§ YOUR GOAL
In the listing below, start your output at the line with "if !(ss[j] >" and end it after the line with "below kept its", copying every line exactly.

● ● ●

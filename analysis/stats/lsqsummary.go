package stats

// This file holds the least-squares fit that keeps nothing per row: the
// summary of a model (coefficients with their inference, sums of squares,
// R², F, AIC) for the alternative models a study compares with its line,
// at O(p²) memory instead of the O(n·p) of a Householder QR of the whole
// design and the O(n) of fitted values, residuals and leverages.

import (
	"fmt"
	"math"
)

// summaryBlock is the number of rows stacked under R at each step of the
// blocked QR (lsqSummary).
const summaryBlock = 256

// LeastSquaresSummary is LeastSquares without the per-row outputs: Fitted,
// Residuals and Leverage are nil; every other field is filled the same way
// and agrees with LeastSquares to rounding (TestLeastSquaresSummary).
//
// Algorithm: the centred columns and y (means in two parts, as in
// LeastSquares) are reduced block by block: R of the augmented matrix
// [A | y] so far is stacked on the next summaryBlock rows and the stack is
// brought back to upper-triangular form by Householder reflections
// (Golub & Van Loan 2013, Matrix Computations, 4th ed., Alg. 5.2.1). Each
// step is an orthogonal transformation, so the result is the R of a
// Householder QR of the whole matrix, with the same backward stability;
// this is the sequential form of the tall-skinny QR (Demmel, Grigori,
// Hoemmen & Langou 2012, "Communication-optimal parallel and sequential QR
// and LU factorizations", SIAM J. Sci. Comput. 34(1)). The slopes solve
// R·b = Qᵀy; one step of refinement follows, by the corrected seminormal
// equations d = R⁻¹R⁻ᵀAᵀr with r the residuals from the original columns
// (Björck 1987, "Stability analysis of the method of seminormal equations
// for linear least squares problems", Linear Algebra Appl. 88/89:31–48),
// and the residual and regression sums of squares are taken in a last pass
// with the refined slopes. Four streaming passes in all.
func LeastSquaresSummary(cols [][]float64, y []float64, conf float64) (Regression, error) {
	return leastSquaresScaled(cols, y, conf, false)
}

// lsqSummary is LeastSquaresSummary on checked columns of moderate
// magnitude (see leastSquares).
func lsqSummary(cols [][]float64, y []float64, conf float64) (Regression, error) {
	return lsqSummaryRows(len(y), len(cols), columnRows(cols, y), conf)
}

// columnRows is the fill of lsqSummaryRows for stored columns: row i is
// cols[0][i], cols[1][i], …, y[i]. One column (the straight line) is
// written out.
func columnRows(cols [][]float64, y []float64) func(lo, hi int, buf []float64) {
	if len(cols) == 1 {
		x := cols[0]
		return func(lo, hi int, buf []float64) {
			for i := lo; i < hi; i++ {
				buf[2*(i-lo)], buf[2*(i-lo)+1] = x[i], y[i]
			}
		}
	}
	q := len(cols) + 1
	return func(lo, hi int, buf []float64) {
		for i := lo; i < hi; i++ {
			row := buf[(i-lo)*q : (i-lo+1)*q]
			for j, c := range cols {
				row[j] = c[i]
			}
			row[q-1] = y[i]
		}
	}
}

// lsqSummaryRows is lsqSummary on n rows of p predictors that fill writes
// a block at a time: fill(lo, hi, buf) writes rows lo…hi−1 into buf, row
// by row, each the p predictors and then y (q = p + 1 values a row). A
// design that is a function of the data, such as the powers of a
// polynomial, is never stored whole, and the rows come sumBlock at a time
// (one call per block, not per row).
func lsqSummaryRows(n, p int, fill func(lo, hi int, buf []float64), conf float64) (Regression, error) {
	return lsqSummaryKnown(n, p, fill, conf, nil)
}

// colParts are a column's mean in two parts and its centred sum of
// squares, as lsqSummaryRows's first two passes compute them (the
// figures of meanParts).
type colParts struct{ hi, lo, ss float64 }

// lsqSummaryKnown is lsqSummaryRows given, in known (nil, or one per
// column of [A | y]), the figures its first two passes would compute from
// the same rows, summed in the same order: the result is the same to the
// last bit, two passes sooner.
func lsqSummaryKnown(n, p int, fill func(lo, hi int, buf []float64), conf float64, known []colParts) (Regression, error) {
	r := Regression{N: n, DFResid: n - p - 1, p: p}
	q := p + 1 // columns of the augmented matrix [A | y]
	buf := make([]float64, sumBlock*q)
	block := func(b int) []float64 {
		hi := min(b+sumBlock, n)
		fill(b, hi, buf[:(hi-b)*q])
		return buf[:(hi-b)*q]
	}
	// Means in two parts and centred sums of squares, column by column as
	// meanParts takes them (plain sum, then compensated block sums of the
	// deviations).
	// Each sum runs down one column of a block (stride q) with its
	// accumulator in a register, adding the rows in their order.
	hi, lo, ss := make([]float64, q), make([]float64, q), make([]float64, q)
	if known != nil {
		for j, k := range known {
			hi[j], lo[j], ss[j] = k.hi, k.lo, k.ss
		}
	} else {
		for b := 0; b < n; b += sumBlock {
			rows := block(b)
			for j := range q {
				s := hi[j]
				for k := j; k < len(rows); k += q {
					s += rows[k]
				}
				hi[j] = s
			}
		}
		for j := range hi {
			hi[j] /= float64(n)
		}
		cs, qs := make([]ksum, q), make([]ksum, q)
		for b := 0; b < n; b += sumBlock {
			rows := block(b)
			for j := range q {
				var bc, bq float64
				m := hi[j]
				for k := j; k < len(rows); k += q {
					d := rows[k] - m
					bc += d
					bq += d * d
				}
				cs[j].add(bc)
				qs[j].add(bq)
			}
		}
		for j := range q {
			c := cs[j].value()
			lo[j], ss[j] = c/float64(n), qs[j].value()-c*c/float64(n)
		}
	}
	r.ymean, r.ylo, r.TSS = hi[p], lo[p], ss[p]
	r.means, r.mlo = hi[:p:p], lo[:p:p]
	for j := range p {
		if !(ss[j] > 0) {
			return Regression{}, fmt.Errorf("least squares: predictor %d is constant (every row %v): it cannot be fitted", j+1, block(0)[j])
		}
	}
	if p == 0 {
		return r.summariseRows(block, nil, conf), nil
	}
	// m: the stack, row-major, q rows of R over up to summaryBlock rows.
	m := make([]float64, (q+summaryBlock)*q)
	held := 0 // rows of the stack holding R (at most q)
	for b := 0; b < n; b += summaryBlock {
		k := min(b+summaryBlock, n) - b
		fill(b, b+k, m[held*q:(held+k)*q])
		centreRows(m[held*q:(held+k)*q], q, hi, lo)
		householderR(m[:(held+k)*q], held+k, q)
		held = min(held+k, q)
	}
	R := make([]float64, p*p)
	z := make([]float64, p)
	for i := 0; i < p; i++ {
		for j := i; j < p; j++ {
			R[i*p+j] = m[i*q+j]
		}
		z[i] = m[i*q+p]
	}
	for j := 0; j < p; j++ {
		if !(math.Abs(R[j*p+j]) >= rankTol*math.Sqrt(ss[j])) {
			return Regression{}, fmt.Errorf("least squares: predictor %d is (numerically) a linear combination of the predictors before it: drop it or the one it duplicates", j+1)
		}
	}
	r.rinv = invUpper(R, p)
	coef := upperMul(r.rinv, z, p) // R⁻¹·Qᵀy
	// Refinement: Aᵀr from the data, then R⁻¹R⁻ᵀ(Aᵀr).
	// Each row's residual goes in place of its y, then each column's
	// block sum runs down the column as above.
	parts := make([]ksum, p)
	for b := 0; b < n; b += sumBlock {
		rows := block(b)
		switch p {
		case 1:
			// The line, written out (the general loop below kept its
			// counters in memory); the same operations in the same order.
			h0, l0, hy, ly, c0 := hi[0], lo[0], hi[1], lo[1], coef[0]
			var blk float64
			for k := 0; k+2 <= len(rows); k += 2 {
				row := rows[k : k+2 : k+2]
				s := (row[1] - hy) - ly
				d0 := (row[0] - h0) - l0
				s -= c0 * d0
				row[0], row[1] = d0, s
				blk += d0 * s
			}
			parts[0].add(blk)
		case 2:
			// The quadratic, likewise.
			h0, l0, h1, l1, hy, ly, c0, c1 := hi[0], lo[0], hi[1], lo[1], hi[2], lo[2], coef[0], coef[1]
			var blk0, blk1 float64
			for k := 0; k+3 <= len(rows); k += 3 {
				row := rows[k : k+3 : k+3]
				s := (row[2] - hy) - ly
				d0 := (row[0] - h0) - l0
				s -= c0 * d0
				d1 := (row[1] - h1) - l1
				s -= c1 * d1
				row[0], row[1], row[2] = d0, d1, s
				blk0 += d0 * s
				blk1 += d1 * s
			}
			parts[0].add(blk0)
			parts[1].add(blk1)
		default:
			for k := 0; k+q <= len(rows); k += q {
				row := rows[k : k+q]
				s := (row[p] - hi[p]) - lo[p]
				for j := range p {
					row[j] = (row[j] - hi[j]) - lo[j]
					s -= coef[j] * row[j]
				}
				row[p] = s
			}
			for j := range p {
				var blk float64
				for k := 0; k < len(rows); k += q {
					blk += rows[k+j] * rows[k+p]
				}
				parts[j].add(blk)
			}
		}
	}
	atr := make([]float64, p)
	for j := range atr {
		atr[j] = parts[j].value()
	}
	d := upperMul(r.rinv, upperTMul(r.rinv, atr, p), p)
	for j := range coef {
		coef[j] += d[j]
	}
	return r.summariseRows(block, coef, conf), nil
}

// summariseRows is summarise for a design given block by block: block(b)
// returns rows b… of the sumBlock-row block that starts there.
func (r Regression) summariseRows(block func(b int) []float64, b []float64, conf float64) Regression {
	var rss, ess float64
	q := r.p + 1
	for lo := 0; lo < r.N; lo += sumBlock {
		rows := block(lo)
		switch r.p {
		case 1: // the line, written out as in lsqSummaryKnown
			m0, l0, b0 := r.means[0], r.mlo[0], b[0]
			for k := 0; k+2 <= len(rows); k += 2 {
				row := rows[k : k+2 : k+2]
				var f float64
				f += b0 * ((row[0] - m0) - l0)
				e := ((row[1] - r.ymean) - r.ylo) - f
				rss += e * e
				ess += f * f
			}
		case 2: // the quadratic
			m0, l0, b0, m1, l1, b1 := r.means[0], r.mlo[0], b[0], r.means[1], r.mlo[1], b[1]
			for k := 0; k+3 <= len(rows); k += 3 {
				row := rows[k : k+3 : k+3]
				var f float64
				f += b0 * ((row[0] - m0) - l0)
				f += b1 * ((row[1] - m1) - l1)
				e := ((row[2] - r.ymean) - r.ylo) - f
				rss += e * e
				ess += f * f
			}
		default:
			for k := 0; k < len(rows); k += q {
				row := rows[k : k+q]
				var f float64
				for j := range r.p {
					f += b[j] * ((row[j] - r.means[j]) - r.mlo[j])
				}
				e := ((row[r.p] - r.ymean) - r.ylo) - f
				rss += e * e
				ess += f * f
			}
		}
	}
	return r.infer(rss, ess, b, conf)
}

// centreRows takes each column's mean in two parts (hi[j] + lo[j]) from
// every row of rows, q values a row: v − hi − lo in that order. The line's
// and the quadratic's rows are written out (a loop over the columns kept
// its counters in memory).
func centreRows(rows []float64, q int, hi, lo []float64) {
	switch q {
	case 2:
		h0, h1, l0, l1 := hi[0], hi[1], lo[0], lo[1]
		for t := 0; t+2 <= len(rows); t += 2 {
			r := rows[t : t+2 : t+2]
			r[0] = (r[0] - h0) - l0
			r[1] = (r[1] - h1) - l1
		}
	case 3:
		h0, h1, h2, l0, l1, l2 := hi[0], hi[1], hi[2], lo[0], lo[1], lo[2]
		for t := 0; t+3 <= len(rows); t += 3 {
			r := rows[t : t+3 : t+3]
			r[0] = (r[0] - h0) - l0
			r[1] = (r[1] - h1) - l1
			r[2] = (r[2] - h2) - l2
		}
	default:
		for t := 0; t+q <= len(rows); t += q {
			r := rows[t : t+q]
			for j := range q {
				r[j] = (r[j] - hi[j]) - lo[j]
			}
		}
	}
}

// householderR reduces the k×q row-major matrix a to upper-triangular form
// in place by Householder reflections from the left; its first min(k, q)
// rows then hold R (below them, zeros and reflector debris). The sign of
// each diagonal element is that of LAPACK's dgeqrf: the reflection maps a
// column to −sign(a_jj)·‖column‖.
func householderR(a []float64, k, q int) {
	for j := 0; j < q && j < k-1; j++ {
		// Norm of column j from row j down. Its largest magnitude m
		// decides whether the squares need scaling: for m within
		// [2⁻⁴⁰⁰, 2⁴⁰⁰] the sum of k squares can neither overflow nor
		// lose anything but terms below 2⁻¹⁰⁷⁴ against m² ≥ 2⁻⁸⁰⁰, so it is
		// taken directly (the safe range of Blue 1978, "A portable Fortran
		// program to find the Euclidean norm of a vector", ACM TOMS 4(1));
		// outside it each value is divided by m first. The largest
		// magnitude and the direct sum come from one pass. (A plain
		// comparison for the largest magnitude: math.Max, which handles
		// signed zeros and NaN, is a call per value.)
		col := a[j*q+j : (k-1)*q+j+1] // column j from row j down, stride q
		var scale, ss float64
		for i := 0; i < len(col); i += q {
			v := col[i]
			if m := math.Abs(v); m > scale {
				scale = m
			}
			ss += v * v
		}
		if scale == 0 {
			continue
		}
		var norm float64
		if scale >= 0x1p-400 && scale <= 0x1p400 {
			norm = math.Sqrt(ss)
		} else {
			ss = 0
			for i := 0; i < len(col); i += q {
				v := col[i] / scale
				ss += v * v
			}
			norm = scale * math.Sqrt(ss)
		}
		ajj := col[0]
		alpha := -math.Copysign(norm, ajj)
		// v = x − alpha·e1, stored in column j (v_j = ajj − alpha);
		// H = I − 2vvᵀ/(vᵀv), vᵀv = 2·norm·(norm + |ajj|).
		vj := ajj - alpha
		vtv := 2 * norm * (norm + math.Abs(ajj))
		for c := j + 1; c < q; c++ {
			// Column c beside column j: cc[i] is on col[i]'s row.
			cc := a[j*q+c : (k-1)*q+c+1]
			s := vj * cc[0]
			for i := q; i < len(col) && i < len(cc); i += q {
				s += col[i] * cc[i]
			}
			f := 2 * s / vtv
			cc[0] -= f * vj
			for i := q; i < len(col) && i < len(cc); i += q {
				cc[i] -= f * col[i]
			}
		}
		col[0] = alpha
		for i := q; i < len(col); i += q {
			col[i] = 0
		}
	}
}

// invUpper returns the inverse of the p×p row-major upper-triangular R
// (nonsingular), by back substitution column by column.
func invUpper(R []float64, p int) []float64 {
	inv := make([]float64, p*p)
	for c := 0; c < p; c++ {
		for i := c; i >= 0; i-- {
			s := 0.0
			if i == c {
				s = 1
			}
			for k := i + 1; k <= c; k++ {
				s -= R[i*p+k] * inv[k*p+c]
			}
			inv[i*p+c] = s / R[i*p+i]
		}
	}
	return inv
}

// upperMul returns U·v for the p×p row-major upper-triangular U.
func upperMul(U, v []float64, p int) []float64 {
	out := make([]float64, p)
	for i := 0; i < p; i++ {
		var s float64
		for k := i; k < p; k++ {
			s += U[i*p+k] * v[k]
		}
		out[i] = s
	}
	return out
}

// upperTMul returns Uᵀ·v for the p×p row-major upper-triangular U.
func upperTMul(U, v []float64, p int) []float64 {
	out := make([]float64, p)
	for i := 0; i < p; i++ {
		var s float64
		for k := 0; k <= i; k++ {
			s += U[k*p+i] * v[k]
		}
		out[i] = s
	}
	return out
}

● ● ●

§ SOLUTION TO THIS PROBLEM
		if !(ss[j] > 0) {
			return Regression{}, fmt.Errorf("least squares: predictor %d is constant (every row %v): it cannot be fitted", j+1, block(0)[j])
		}
	}
	if p == 0 {
		return r.summariseRows(block, nil, conf), nil
	}
	// m: the stack, row-major, q rows of R over up to summaryBlock rows.
	m := make([]float64, (q+summaryBlock)*q)
	held := 0 // rows of the stack holding R (at most q)
	for b := 0; b < n; b += summaryBlock {
		k := min(b+summaryBlock, n) - b
		fill(b, b+k, m[held*q:(held+k)*q])
		centreRows(m[held*q:(held+k)*q], q, hi, lo)
		householderR(m[:(held+k)*q], held+k, q)
		held = min(held+k, q)
	}
	R := make([]float64, p*p)
	z := make([]float64, p)
	for i := 0; i < p; i++ {
		for j := i; j < p; j++ {
			R[i*p+j] = m[i*q+j]
		}
		z[i] = m[i*q+p]
	}
	for j := 0; j < p; j++ {
		if !(math.Abs(R[j*p+j]) >= rankTol*math.Sqrt(ss[j])) {
			return Regression{}, fmt.Errorf("least squares: predictor %d is (numerically) a linear combination of the predictors before it: drop it or the one it duplicates", j+1)
		}
	}
	r.rinv = invUpper(R, p)
	coef := upperMul(r.rinv, z, p) // R⁻¹·Qᵀy
	// Refinement: Aᵀr from the data, then R⁻¹R⁻ᵀ(Aᵀr).
	// Each row's residual goes in place of its y, then each column's
	// block sum runs down the column as above.
	parts := make([]ksum, p)
	for b := 0; b < n; b += sumBlock {
		rows := block(b)
		switch p {
		case 1:
			// The line, written out (the general loop below kept its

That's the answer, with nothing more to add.